Because Tribes is an anonymous social network that clusters numeric metadata rather than user identifications or personal data, it can be implemented in a completely private manner.

Tribes gathers no personal information.

The only information needed from a user is a pseudonym. Tribes can provide accurate recommendations with no other information.

If users desire to opt-in for coupons, special deals on products or other communications from merchants, they may use a pseudonymous email address which does not reveal their identity to the Tribes system.

As regulators, legislators and plaintiff’s attorneys increasingly target privacy violations, a prudently implemented Tribes system will provide a safe haven for merchants and the most accurate recommendations for consumers.


Research has shown that online recommendations are the second most trusted source of product information next to friends and family. This trust persists despite bogus reviews from shills, product manufacturers and others trying to bias a rating.

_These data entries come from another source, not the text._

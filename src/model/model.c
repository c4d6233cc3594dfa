/* model.c - set-up, PV inversion and state diagnostics of the layered model (model.h). */
#include "model.h"

#include <math.h>
#include <omp.h>
#include <stdlib.h>
#include <string.h>

#include "constants.h"
#include "fdops.h"
#include "rng.h"
#include "simdclone.h"

static double *alloc_fields(long n)
{
    return calloc((size_t)n, sizeof(double));
}

void tg_model_destroy(tg_model *m)
{
    if (!m)
        return;
    tg_closure_host_destroy(m->closures);
    tg_geometry_destroy(m->geom);
    double *arrays[] = {m->q,    m->psi,     m->zeta,  m->beta_y, m->wind_forcing,
                        m->phi,  m->lap1,    m->lap2,  m->tend,   m->term,
                        m->q0,   m->qnext,   m->rowbuf, m->rowsums, m->rowwork};
    for (size_t i = 0; i < sizeof arrays / sizeof arrays[0]; i++)
        free(arrays[i]);
    free(m->rowidx);
    free(m);
}

/* Wind-stress curl over rho0 H_1 (s-2) for the configured profile:
 * double gyre tau_x = -tau0 cos(2 pi y/L), single gyre tau_x = -tau0 cos(pi y/L);
 * curl tau = -d tau_x/dy. */
static double wind_curl(const tg_config *cfg, double y, double L)
{
    const double tau0 = cfg->stress_amplitude_pa;
    switch (cfg->wind_profile) {
    case TG_WIND_DOUBLE_GYRE:
        return -tau0 * (2.0 * TG_PI / L) * sin(2.0 * TG_PI * y / L);
    case TG_WIND_SINGLE_GYRE:
        return -tau0 * (TG_PI / L) * sin(TG_PI * y / L);
    case TG_WIND_NONE:
        break;
    }
    return 0.0;
}

/* The sizes and every work array of the model on its geometry (all the
 * step will use). */
static tg_code alloc_work(tg_model *m, tg_status *st)
{
    const tg_geometry *g = m->geom;
    const int ns = g->ns;
    m->npl = (long)ns * ns;
    m->nout = g->o1 - g->o0;
    const long nf = m->nl * m->npl;
    m->q = alloc_fields(nf);
    m->psi = alloc_fields(nf);
    m->zeta = alloc_fields(nf);
    m->phi = alloc_fields(nf);
    m->tend = alloc_fields(nf);
    m->term = alloc_fields(nf);
    m->q0 = alloc_fields(nf);
    m->qnext = alloc_fields(nf);
    m->beta_y = alloc_fields(m->npl);
    m->wind_forcing = alloc_fields(m->npl);
    m->lap1 = alloc_fields(m->npl);
    m->lap2 = alloc_fields(nf);
    m->rowbuf = alloc_fields(ns);
    m->rowsums = alloc_fields(10L * m->nl * ns);
    /* Two scratch rows per thread that a parallel region may have (terms.c);
     * the regions that use them ask for no more threads than this. */
    m->nwork = omp_get_max_threads() > 0 ? omp_get_max_threads() : 1;
    m->rowwork = alloc_fields(2L * m->nwork * ns);
    m->rowidx = calloc((size_t)ns, sizeof(long));
    if (!m->q || !m->psi || !m->zeta || !m->phi || !m->tend || !m->term || !m->q0 ||
        !m->qnext || !m->beta_y || !m->wind_forcing || !m->lap1 || !m->lap2 || !m->rowbuf ||
        !m->rowsums || !m->rowwork || !m->rowidx) {
        tg_fail(st, TG_ERR_NOMEM, "model: no memory for %d layers of %d x %d points", m->nl, ns,
                ns);
        return TG_ERR_NOMEM;
    }
    return TG_OK;
}

/* The fields and constants the configuration fixes: planetary PV and wind
 * forcing per node, the background flow and its PV gradient, and which
 * terms the tendency has. */
static void fixed_fields(tg_model *m, const tg_config *cfg)
{
    const tg_geometry *g = m->geom;
    const int ns = g->ns;
    /* Planetary PV beta (y - y0), y0 the central latitude, when the grid
     * can hold it (basin); otherwise beta enters the mean-flow term. */
    const double y0 = 0.5 * g->length;
    const double rhoH = cfg->reference_density_kg_m3 * cfg->thickness_m[0];
    const double beta_in_q = g->holds_planetary_pv ? cfg->beta_per_m_per_s : 0.0;
    for (int j = 0; j < ns; j++)
        for (int i = 0; i < ns; i++) {
            double y = g->coord[j];
            m->beta_y[(long)j * ns + i] = beta_in_q * (y - y0);
            m->wind_forcing[(long)j * ns + i] = wind_curl(cfg, y, g->length) / rhoH;
        }
    /* Background flow and its PV gradient beta - (S U)_k (Phillips 1954). */
    int any_u = 0;
    for (int k = 0; k < m->nl; k++) {
        m->U[k] = k < cfg->n_zonal_velocity ? cfg->zonal_velocity_m_s[k] : 0.0;
        any_u |= m->U[k] != 0.0;
    }
    for (int k = 0; k < m->nl; k++) {
        double su = 0.0;
        for (int kk = 0; kk < m->nl; kk++)
            su += m->modes.S[k][kk] * m->U[kk];
        m->Qy[k] = (g->holds_planetary_pv ? 0.0 : cfg->beta_per_m_per_s) - su;
    }
    /* Terms this configuration has (budget.nc lists these). */
    m->term_active[TG_TERM_ADVECTION] = 1;
    m->term_active[TG_TERM_WIND] = 1;
    m->term_active[TG_TERM_BOTTOM_DRAG] = 1;
    m->term_active[TG_TERM_VISCOSITY] = 1;
    m->term_active[TG_TERM_MEAN_FLOW] = !g->holds_planetary_pv || any_u;
    m->term_active[TG_TERM_CLOSURE] = 1;
}

tg_model *tg_model_create(const tg_config *cfg, tg_status *st)
{
    tg_model *m = calloc(1, sizeof *m);
    if (!m) {
        tg_fail(st, TG_ERR_NOMEM, "model: no memory");
        return NULL;
    }
    m->cfg = *cfg;
    m->nl = cfg->nlayers;
    m->dt = cfg->step_s;
    for (int k = 0; k < m->nl; k++)
        m->Htot += cfg->thickness_m[k];

    if (tg_modes_compute(&m->modes, m->nl, cfg->thickness_m, cfg->reduced_gravity_m_s2,
                         cfg->coriolis_f0_per_s, st) != TG_OK)
        goto fail;
    m->geom = tg_geometry_create(cfg, st);
    if (!m->geom)
        goto fail;
    if (m->geom->ops->setup_modes(m->geom, m->nl, m->modes.F, st) != TG_OK)
        goto fail;

    if (alloc_work(m, st) != TG_OK)
        goto fail;
    fixed_fields(m, cfg);
    m->closures = tg_closure_host_create(cfg, m->geom, &m->modes, st);
    if (!m->closures)
        goto fail;

    /* State of rest: psi = 0, so q = beta (y - y0) in every layer. */
    for (int k = 0; k < m->nl; k++)
        memcpy(m->q + k * m->npl, m->beta_y, sizeof(double) * m->npl);
    tg_model_derive(m);
    return m;
fail:
    tg_model_destroy(m);
    return NULL;
}

/* Calls fn(index) for every stored node outside the active block. */
#define FOR_RING(g, idx, body)                                                            \
    do {                                                                                  \
        for (int j_ = 0; j_ < (g)->ns; j_++) {                                            \
            int inner_ = (j_ >= (g)->a0 && j_ < (g)->a1);                                 \
            for (int i_ = 0; i_ < (g)->ns; i_++) {                                        \
                if (inner_ && i_ == (g)->a0)                                              \
                    i_ = (g)->a1;                                                         \
                if (i_ >= (g)->ns)                                                        \
                    break;                                                                \
                long idx = (long)j_ * (g)->ns + i_;                                       \
                body;                                                                     \
            }                                                                             \
        }                                                                                 \
    } while (0)

/* Modal right-hand sides of active row j: r[m][i - a0] = sum_k Pinv[m][k]
 * (q_k - beta (y - y0)) at the active nodes i, the layers added in order,
 * two per loop over the row. The one copy of this sum: tg_model_project_row
 * (into m->phi) and the fused solves of tg_model_invert (into the
 * geometry's rows) both use it, so a state reached by stepping and the same
 * state read back from a checkpoint invert to the same bits. Compiled for
 * AVX2 too (simdclone.h; the same bits). */
TG_SIMD_CLONES static void project_rows(const tg_model *m, const double *q, int j,
                                        double *const *rows)
{
    const tg_geometry *g = m->geom;
    const int nl = m->nl, a0 = g->a0, n = g->a1 - g->a0;
    const long npl = m->npl, r0 = (long)j * g->ns + a0;
    const double by = m->beta_y[r0]; /* the same on the whole row */
    for (int md = 0; md < nl; md++) {
        double *restrict r = rows[md];
        const double *q0 = q + r0, p0 = m->modes.Pinv[md][0];
        int k = 1;
        if (nl > 1) {
            const double *q1 = q + npl + r0, p1 = m->modes.Pinv[md][1];
#pragma omp simd
            for (int i = 0; i < n; i++)
                r[i] = p0 * (q0[i] - by) + p1 * (q1[i] - by);
            k = 2;
        } else {
#pragma omp simd
            for (int i = 0; i < n; i++)
                r[i] = p0 * (q0[i] - by);
        }
        for (; k + 1 < nl; k += 2) {
            const double pk = m->modes.Pinv[md][k], pl = m->modes.Pinv[md][k + 1];
            const double *qk = q + k * npl + r0, *ql = qk + npl;
#pragma omp simd
            for (int i = 0; i < n; i++)
                r[i] = (r[i] + pk * (qk[i] - by)) + pl * (ql[i] - by);
        }
        if (k < nl) {
            const double pk = m->modes.Pinv[md][k];
            const double *qk = q + k * npl + r0;
#pragma omp simd
            for (int i = 0; i < n; i++)
                r[i] += pk * (qk[i] - by);
        }
    }
}

void tg_model_project_row(tg_model *m, const double *q, int j)
{
    double *rows[TG_MAX_LAYERS];
    const long r0 = (long)j * m->geom->ns + m->geom->a0;
    for (int md = 0; md < m->nl; md++)
        rows[md] = m->phi + md * m->npl + r0;
    project_rows(m, q, j, rows);
}

/* One mode's share of a row of psi_k: o (=, or += unless first) pk * phi_m,
 * where phi_m = f + c h when the mode has a homogeneous part h (h may be
 * NULL), over n values. */
static inline void add_mode_row(double *restrict o, const double *f, const double *h, double c,
                                double pk, int first, int n)
{
    if (h && first) {
#pragma omp simd
        for (int i = 0; i < n; i++)
            o[i] = pk * (f[i] + c * h[i]);
    } else if (h) {
#pragma omp simd
        for (int i = 0; i < n; i++)
            o[i] += pk * (f[i] + c * h[i]);
    } else if (first) {
#pragma omp simd
        for (int i = 0; i < n; i++)
            o[i] = pk * f[i];
    } else {
#pragma omp simd
        for (int i = 0; i < n; i++)
            o[i] += pk * f[i];
    }
}

/* Relative vorticity on the active nodes of stored row j from the inverted
 * relation zeta_k = lap psi_k = q_k - beta (y - y0) - (S psi)_k, which the
 * Helmholtz solves satisfy to round-off (one pass instead of a stencil).
 * The layers with S[k][kk] != 0 are subtracted in order, two per loop over
 * the row (the first with q_k - beta (y - y0)), so the row is written once
 * or twice instead of once per layer; the arithmetic is the same. Compiled
 * for AVX2 too (simdclone.h; the same bits): layers_row's AVX2 copy calls it,
 * and AVX2 code must not hand over to SSE2 code without clearing the upper
 * halves of the vector registers, which a tail call may skip. */
TG_SIMD_CLONES static void vorticity_row(tg_model *m, int j)
{
    const tg_geometry *g = m->geom;
    const int nl = m->nl, a0 = g->a0, a1 = g->a1;
    const long npl = m->npl, r0 = (long)j * g->ns;
    const double by = m->beta_y[r0 + a0]; /* the same on the whole row */
    for (int k = 0; k < nl; k++) {
        double s[TG_MAX_LAYERS];
        const double *p[TG_MAX_LAYERS];
        int n = 0;
        for (int kk = 0; kk < nl; kk++)
            if (m->modes.S[k][kk] != 0.0) {
                s[n] = m->modes.S[k][kk];
                p[n++] = m->psi + kk * npl + r0;
            }
        double *restrict z = m->zeta + k * npl + r0;
        const double *qk = m->q + k * npl + r0;
        int t = 0;
        if (n == 0) {
#pragma omp simd
            for (int i = a0; i < a1; i++)
                z[i] = qk[i] - by;
        } else if (n == 1) {
            const double s0 = s[0], *p0 = p[0];
#pragma omp simd
            for (int i = a0; i < a1; i++)
                z[i] = (qk[i] - by) - s0 * p0[i];
            t = 1;
        } else {
            const double s0 = s[0], s1 = s[1], *p0 = p[0], *p1 = p[1];
#pragma omp simd
            for (int i = a0; i < a1; i++)
                z[i] = ((qk[i] - by) - s0 * p0[i]) - s1 * p1[i];
            t = 2;
        }
        for (; t < n; t += 2) {
            const double s0 = s[t], *p0 = p[t];
            if (t + 1 < n) {
                const double s1 = s[t + 1], *p1 = p[t + 1];
#pragma omp simd
                for (int i = a0; i < a1; i++)
                    z[i] = (z[i] - s0 * p0[i]) - s1 * p1[i];
            } else {
#pragma omp simd
                for (int i = a0; i < a1; i++)
                    z[i] -= s0 * p0[i];
            }
        }
    }
}

/* ops->solve_modes_rows: the modal right-hand sides of row j from m->q. */
static void modes_fill(void *ctx, int j, double *const *rhs)
{
    const tg_model *m = ctx;
    project_rows(m, m->q, j, rhs);
}

/* Two layers' rows of psi = sum_m p[m] phi_m over n values, for the
 * weights pa (into oa) and pb (into ob): the modes added in order, the
 * first two in one expression. */
static inline void layer_pair_row(double *restrict oa, double *restrict ob,
                                  const double *const *phi, const double *pa,
                                  const double *pb, int nmodes, int n)
{
    const double *f0 = phi[0], a0 = pa[0], b0 = pb[0];
    if (nmodes > 1) {
        const double *f1 = phi[1], a1 = pa[1], b1 = pb[1];
#pragma omp simd
        for (int i = 0; i < n; i++) {
            oa[i] = a0 * f0[i] + a1 * f1[i];
            ob[i] = b0 * f0[i] + b1 * f1[i];
        }
    } else {
#pragma omp simd
        for (int i = 0; i < n; i++) {
            oa[i] = a0 * f0[i];
            ob[i] = b0 * f0[i];
        }
    }
    for (int md = 2; md < nmodes; md++) {
        const double *f = phi[md], am = pa[md], bm = pb[md];
#pragma omp simd
        for (int i = 0; i < n; i++) {
            oa[i] += am * f[i];
            ob[i] += bm * f[i];
        }
    }
}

Tribes relies on the anonymous trust that is gained when a consumer tries and enjoys a recommended product. Their expression (buy again, recommend) strengthens a trust relationship from others. A “not buy or not recommend” weaken or terminate any trust that might exist.

The sole determinate for trust and the formation of “trust tribes” is the positive satisfaction with recommended products.


It’s worth mentioning that profiling has been tried as a  promising solutions to the flaws above.

This involves having an expert profile certain characteristics of a product such as wine. Consumers who try the wine also use the same profile.

Then the system matches the consumer profile with wines they have not tried, but which have similar profiles.

Sadly, that method fails for a combination of most of  the previous factors mentioned — Taste Profiling – Organoleptic Breakdown. Tribes avoids all of these issues,.